I bring you the newest book by one of my favourite writers, John Dolan.

Land of Red Mist by John Dolan

Land of Red Mist by John Dolan

What is loyalty? What drives a person to treachery? And what do we really mean when we say we love someone?

Seeking to escape the stifling atmosphere of post-war England, the callow Edward Braddock voyages to South-East Asia to work on his uncle’s rubber plantation. But it soon becomes clear that beneath the tropical sky dangers await; and most especially in the depths of the human heart.

Set in the strife-torn Malaya of the 1950s during the end days of British rule, Land of Red Mist is a tale of yearning, folly and transformation.

Author John Dolan

About the author:

“Makes a living by travelling, talking a lot and sometimes writing stuff down. Galericulate author, polymath and occasional smarty-pants.”

John Dolan hails from a small town in the North-East of England. Before turning to writing, his career encompassed law and finance. He has run businesses in Europe, South and Central America, Africa and Asia. He and his wife Fiona currently divide their time between Thailand and the UK.

He is the author of the ‘Time, Blood and Karma‘ mystery series and the ‘Children of Karma‘ mystery trilogy.

My review:

I have been checking, and I think I’ve read and reviewed most of the books John Dolan has published so far (I haven’t had a chance to catch up with his Baking Bad, supposedly a collection of notes from his diary, but I’m sure I’ll get round to it soon), and have enjoyed everything: his adventures into mythology, his peculiar and irreverent dictionary, and most of all, his two related mystery series, Time, Blood and Karma, and Children of Karma. Therefore, it is always with trepidation that I receive the news of the publication of another one of his books. I have never been disappointed yet. And I wasn’t this time either.

For those who don’t have much time, here is a summary of my review: A great historical novel set in Malaya in the final years before its independence, about a character who encompasses both, the best and the worse of British colonialism, and a good opportunity to get a taste of Dolan’s writing for those who haven’t read his two mystery series. The action of this book takes place before those, so it can function as a peculiar kind of prequel to both, although it also closes the circle and provides some answers for those that, like me, have read them all.

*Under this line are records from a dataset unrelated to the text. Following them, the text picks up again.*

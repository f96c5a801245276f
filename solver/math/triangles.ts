// Exact tests between two triangles in space: do they cross (and along which segment), are they coplanar,
// how far apart are they (and where). A triangle is nine numbers (three corners x, y, z) at an offset in a
// Float64Array. Module-level scratch keeps the hot loops free of allocation; nothing here is re-entrant.
//
// The crossing test follows the interval method of T. Möller, "A fast triangle-triangle intersection test",
// J. Graphics Tools 2(2), 1997 (each triangle cut by the other's plane; the two cuts overlap on the planes'
// common line). The distance uses the closest-point routines of C. Ericson, "Real-Time Collision Detection",
// Morgan Kaufmann 2005, §5.1.5 (point–triangle) and §5.1.9 (segment–segment): two disjoint triangles are
// closest between an edge of one and an edge of the other, or a corner of one and the face of the other.

export const DISJOINT = 0;
export const CROSSING = 1;
export const COPLANAR = 2;

const nA = new Float64Array(3);
const nB = new Float64Array(3);
const dA = new Float64Array(3);
const dB = new Float64Array(3);
const segA = new Float64Array(8);
const segB = new Float64Array(8);

/** Unit normal of triangle T into n; returns its length before normalizing (twice the area). */
export function triangleNormal(T: Float64Array, t: number, n: Float64Array): number {
  const ux = T[t + 3] - T[t], uy = T[t + 4] - T[t + 1], uz = T[t + 5] - T[t + 2];
  const vx = T[t + 6] - T[t], vy = T[t + 7] - T[t + 1], vz = T[t + 8] - T[t + 2];
  const x = uy * vz - uz * vy, y = uz * vx - ux * vz, z = ux * vy - uy * vx;
  const len = Math.hypot(x, y, z);
  if (len > 0) { n[0] = x / len; n[1] = y / len; n[2] = z / len; } else { n[0] = 0; n[1] = 0; n[2] = 0; }
  return len;
}

/** Signed distances of U's corners to T's plane (unit normal n through T's first corner); |d| < tol → 0. */
function sideDistances(n: Float64Array, T: Float64Array, t: number, U: Float64Array, u: number, tol: number, d: Float64Array): number {
  const off = n[0] * T[t] + n[1] * T[t + 1] + n[2] * T[t + 2];
  let pos = 0, neg = 0;
  for (let k = 0; k < 3; k++) {
    let v = n[0] * U[u + 3 * k] + n[1] * U[u + 3 * k + 1] + n[2] * U[u + 3 * k + 2] - off;
    if (Math.abs(v) < tol) v = 0;
    d[k] = v;
    if (v > 0) pos++;
    else if (v < 0) neg++;
  }
  // 3: all on one side (disjoint); 0: all in the plane; else the plane cuts the triangle
  return pos === 3 || neg === 3 ? 3 : pos === 0 && neg === 0 ? 0 : 1;
}

/**
 * The segment where U meets the other triangle's plane (signed distances d), as parameters along the unit
 * direction D: seg[0] = min t, seg[1] = max t, seg[2..4] the point at min, seg[5..7] the point at max.
 */
function planeCut(U: Float64Array, u: number, d: Float64Array, D: Float64Array, seg: Float64Array): void {
  seg[0] = Infinity;
  seg[1] = -Infinity;
  const take = (x: number, y: number, z: number) => {
    const t = D[0] * x + D[1] * y + D[2] * z;
    if (t < seg[0]) { seg[0] = t; seg[2] = x; seg[3] = y; seg[4] = z; }
    if (t > seg[1]) { seg[1] = t; seg[5] = x; seg[6] = y; seg[7] = z; }
  };
  for (let k = 0; k < 3; k++) {
    const i = u + 3 * k;
    if (d[k] === 0) take(U[i], U[i + 1], U[i + 2]);
    const m = (k + 1) % 3;
    if (d[k] * d[m] < 0) {
      const j = u + 3 * m;
      const f = d[k] / (d[k] - d[m]);
      take(U[i] + f * (U[j] - U[i]), U[i + 1] + f * (U[j + 1] - U[i + 1]), U[i + 2] + f * (U[j + 2] - U[i + 2]));
    }
  }
}

/**
 * Do triangles T (A at a) and U (B at b) meet? DISJOINT, CROSSING (out[0..5] = the two ends of the segment
 * they share; a single point gives equal ends) or COPLANAR (both lie in one plane within tol, which the
 * caller settles in that plane). `tol` is a length: plane distances below it are zero and overlaps of the two
 * cuts down to −tol count as meeting.
 */
export function intersectTriangles(A: Float64Array, a: number, B: Float64Array, b: number, tol: number, out: Float64Array): number {
  if (triangleNormal(B, b, nB) === 0 || triangleNormal(A, a, nA) === 0) return DISJOINT;
  const sA = sideDistances(nB, B, b, A, a, tol, dA);
  if (sA === 3) return DISJOINT;
  const sB = sideDistances(nA, A, a, B, b, tol, dB);
  if (sB === 3) return DISJOINT;
  if (sA === 0 || sB === 0) return COPLANAR;
  const Dx = nA[1] * nB[2] - nA[2] * nB[1], Dy = nA[2] * nB[0] - nA[0] * nB[2], Dz = nA[0] * nB[1] - nA[1] * nB[0];
  const len = Math.hypot(Dx, Dy, Dz);
  if (len < 1e-12) return COPLANAR;
  const D = scratchD;
  D[0] = Dx / len; D[1] = Dy / len; D[2] = Dz / len;
  planeCut(A, a, dA, D, segA);
  planeCut(B, b, dB, D, segB);
  if (!(segA[0] <= segA[1]) || !(segB[0] <= segB[1])) return DISJOINT;
  const lo = Math.max(segA[0], segB[0]);
  const hi = Math.min(segA[1], segB[1]);
  if (hi < lo - tol) return DISJOINT;
  const from = segA[0] >= segB[0] ? segA : segB;
  const to = segA[1] <= segB[1] ? segA : segB;
  if (hi >= lo) {
    out[0] = from[2]; out[1] = from[3]; out[2] = from[4];
    out[3] = to[5]; out[4] = to[6]; out[5] = to[7];
  } else {
    // touching within tol: one point halfway
    for (let k = 0; k < 3; k++) out[k] = out[k + 3] = (from[2 + k] + to[5 + k]) / 2;
  }
  return CROSSING;
}
const scratchD = new Float64Array(3);

/**
 * Do two triangles in one plane overlap with positive area? P and Q are 2D triangles (six numbers at an
 * offset). Separating axes (the six edge normals): they overlap when every axis shows an overlap above tol.
 */
export function overlap2D(P: Float64Array, p: number, Q: Float64Array, q: number, tol: number): boolean {
  for (let side = 0; side < 2; side++) {
    const T = side === 0 ? P : Q, t = side === 0 ? p : q;
    for (let k = 0; k < 3; k++) {
      const m = (k + 1) % 3;
      let ax = -(T[t + 2 * m + 1] - T[t + 2 * k + 1]), ay = T[t + 2 * m] - T[t + 2 * k];
      const l = Math.hypot(ax, ay);
      if (l === 0) return false;
      ax /= l; ay /= l;
      let p0 = Infinity, p1 = -Infinity, q0 = Infinity, q1 = -Infinity;
      for (let i = 0; i < 3; i++) {
        const s = ax * P[p + 2 * i] + ay * P[p + 2 * i + 1];
        if (s < p0) p0 = s;
        if (s > p1) p1 = s;
        const r = ax * Q[q + 2 * i] + ay * Q[q + 2 * i + 1];
        if (r < q0) q0 = r;
        if (r > q1) q1 = r;
      }
      if (Math.min(p1, q1) - Math.max(p0, q0) <= tol) return false;
    }
  }
  return true;
}

const cp = new Float64Array(6);

/**
 * Closest points of segments P0P1 and Q0Q1 (Ericson §5.1.9) into out[o..o+5]; returns the squared distance.
 */
export function closestSegmentSegment(
  p0x: number, p0y: number, p0z: number, p1x: number, p1y: number, p1z: number,
  q0x: number, q0y: number, q0z: number, q1x: number, q1y: number, q1z: number,
  out: Float64Array, o: number,
): number {
  const d1x = p1x - p0x, d1y = p1y - p0y, d1z = p1z - p0z;
  const d2x = q1x - q0x, d2y = q1y - q0y, d2z = q1z - q0z;
  const rx = p0x - q0x, ry = p0y - q0y, rz = p0z - q0z;
  const a = d1x * d1x + d1y * d1y + d1z * d1z;
  const e = d2x * d2x + d2y * d2y + d2z * d2z;
  const f = d2x * rx + d2y * ry + d2z * rz;
  let s: number, t: number;
  if (a <= 1e-300 && e <= 1e-300) { s = 0; t = 0; }
  else if (a <= 1e-300) { s = 0; t = clamp01(f / e); }
  else {
    const c = d1x * rx + d1y * ry + d1z * rz;
    if (e <= 1e-300) { t = 0; s = clamp01(-c / a); }
    else {
      const b = d1x * d2x + d1y * d2y + d1z * d2z;
      const denom = a * e - b * b;
      s = denom > 0 ? clamp01((b * f - c * e) / denom) : 0;
      t = (b * s + f) / e;
      if (t < 0) { t = 0; s = clamp01(-c / a); }
      else if (t > 1) { t = 1; s = clamp01((b - c) / a); }
    }
  }
  const cx = p0x + d1x * s, cy = p0y + d1y * s, cz = p0z + d1z * s;
  const kx = q0x + d2x * t, ky = q0y + d2y * t, kz = q0z + d2z * t;
  out[o] = cx; out[o + 1] = cy; out[o + 2] = cz;
  out[o + 3] = kx; out[o + 4] = ky; out[o + 5] = kz;
  return (cx - kx) ** 2 + (cy - ky) ** 2 + (cz - kz) ** 2;
}

function clamp01(x: number): number {
  return x < 0 ? 0 : x > 1 ? 1 : x;
}

/** Closest point of triangle T to the point (px, py, pz) (Ericson §5.1.5, by Voronoi regions) into out[o..o+2]. */
export function closestPointTriangle(px: number, py: number, pz: number, T: Float64Array, t: number, out: Float64Array, o: number): void {
  const ax = T[t], ay = T[t + 1], az = T[t + 2];
  const abx = T[t + 3] - ax, aby = T[t + 4] - ay, abz = T[t + 5] - az;
  const acx = T[t + 6] - ax, acy = T[t + 7] - ay, acz = T[t + 8] - az;
  const apx = px - ax, apy = py - ay, apz = pz - az;
  const d1 = abx * apx + aby * apy + abz * apz, d2 = acx * apx + acy * apy + acz * apz;
  const put = (x: number, y: number, z: number) => { out[o] = x; out[o + 1] = y; out[o + 2] = z; };
  if (d1 <= 0 && d2 <= 0) return put(ax, ay, az);
  const bpx = px - T[t + 3], bpy = py - T[t + 4], bpz = pz - T[t + 5];
  const d3 = abx * bpx + aby * bpy + abz * bpz, d4 = acx * bpx + acy * bpy + acz * bpz;
  if (d3 >= 0 && d4 <= d3) return put(T[t + 3], T[t + 4], T[t + 5]);
  const vc = d1 * d4 - d3 * d2;
  if (vc <= 0 && d1 >= 0 && d3 <= 0) {
    const v = d1 / (d1 - d3);
    return put(ax + v * abx, ay + v * aby, az + v * abz);
  }
  const cpx = px - T[t + 6], cpy = py - T[t + 7], cpz = pz - T[t + 8];
  const d5 = abx * cpx + aby * cpy + abz * cpz, d6 = acx * cpx + acy * cpy + acz * cpz;
  if (d6 >= 0 && d5 <= d6) return put(T[t + 6], T[t + 7], T[t + 8]);
  const vb = d5 * d2 - d1 * d6;
  if (vb <= 0 && d2 >= 0 && d6 <= 0) {
    const w = d2 / (d2 - d6);
    return put(ax + w * acx, ay + w * acy, az + w * acz);
  }
  const va = d3 * d6 - d5 * d4;
  if (va <= 0 && d4 - d3 >= 0 && d5 - d6 >= 0) {
    const w = (d4 - d3) / (d4 - d3 + (d5 - d6));
    const bx = T[t + 3], by = T[t + 4], bz = T[t + 5];
    return put(bx + w * (T[t + 6] - bx), by + w * (T[t + 7] - by), bz + w * (T[t + 8] - bz));
  }
  const denom = 1 / (va + vb + vc);
  const v = vb * denom, w = vc * denom;
  put(ax + abx * v + acx * w, ay + aby * v + acy * w, az + abz * v + acz * w);
}

const seg = new Float64Array(6);

/**
 * Distance between triangles T (A at a) and U (B at b); the closest points go to out[0..2] (on T) and
 * out[3..5] (on U). Crossing triangles are 0 apart, with both points at the middle of the shared segment.
 */
export function triangleDistance(A: Float64Array, a: number, B: Float64Array, b: number, tol: number, out: Float64Array): number {
  const r = intersectTriangles(A, a, B, b, tol, seg);
  if (r === CROSSING) {
    for (let k = 0; k < 3; k++) out[k] = out[k + 3] = (seg[k] + seg[k + 3]) / 2;
    return 0;
  }
  // coplanar or disjoint: the closest pair is edge–edge or corner–face (in one plane this also finds 0 when
  // the triangles overlap, through a pair of crossing edges or a corner inside the other)
  let best = Infinity;
  for (let i = 0; i < 3; i++) {
    const i0 = a + 3 * i, i1 = a + 3 * ((i + 1) % 3);
    for (let j = 0; j < 3; j++) {
      const j0 = b + 3 * j, j1 = b + 3 * ((j + 1) % 3);
      const d = closestSegmentSegment(A[i0], A[i0 + 1], A[i0 + 2], A[i1], A[i1 + 1], A[i1 + 2], B[j0], B[j0 + 1], B[j0 + 2], B[j1], B[j1 + 1], B[j1 + 2], cp, 0);
      if (d < best) { best = d; out.set(cp); }
    }
  }
  for (let side = 0; side < 2; side++) {
    const S = side === 0 ? A : B, s = side === 0 ? a : b;
    const T = side === 0 ? B : A, t = side === 0 ? b : a;
    for (let k = 0; k < 3; k++) {
      const x = S[s + 3 * k], y = S[s + 3 * k + 1], z = S[s + 3 * k + 2];
      closestPointTriangle(x, y, z, T, t, cp, 0);
      const d = (x - cp[0]) ** 2 + (y - cp[1]) ** 2 + (z - cp[2]) ** 2;
      if (d < best) {
        best = d;
        const on = side === 0 ? 0 : 3, other = side === 0 ? 3 : 0;
        out[on] = x; out[on + 1] = y; out[on + 2] = z;
        out[other] = cp[0]; out[other + 1] = cp[1]; out[other + 2] = cp[2];
      }
    }
  }
  return Math.sqrt(best);
}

Those who have read Dolan’s two previous mystery series, set mostly in Thailand, will remember that in the last book of Children of Karma, Everyone Dies, David Braddock, the protagonist, is given his father’s diary upon the man’s passing. And he hesitates a great deal before reading it because their relationship was never the best. Eventually, he reads it. Well, this is that book. And, tagged at the end, we also get to read the letter Edward Braddock wrote to accompany the diary. This is a diary written a posteriori, not something Edward wrote when things were happening, and although it is written in the first-person, as it befits a diary, it is clear that some things are glossed over and some are discussed in more detail, in order to compose the narrative he wishes to pass on. It is written in chronological order, however, it does not cover the whole of Edward’s life, but rather centres around the years he spent in Malaya, with some brief mention of his childhood (to do mostly with the time when he met his uncle Seb, who plays a big part in the novel later). Edward is fascinated by his uncle and by life in the exotic colonies, compared to the boring life his father leads, always buried in formality, bureaucracy, and convention. One of his goals throughout most of the novel is to keep away from the UK, and he goes to some extremes to try to ensure that is the case, even when he knows the end of British rule is near, and the political situation in Malaya is likely to change drastically.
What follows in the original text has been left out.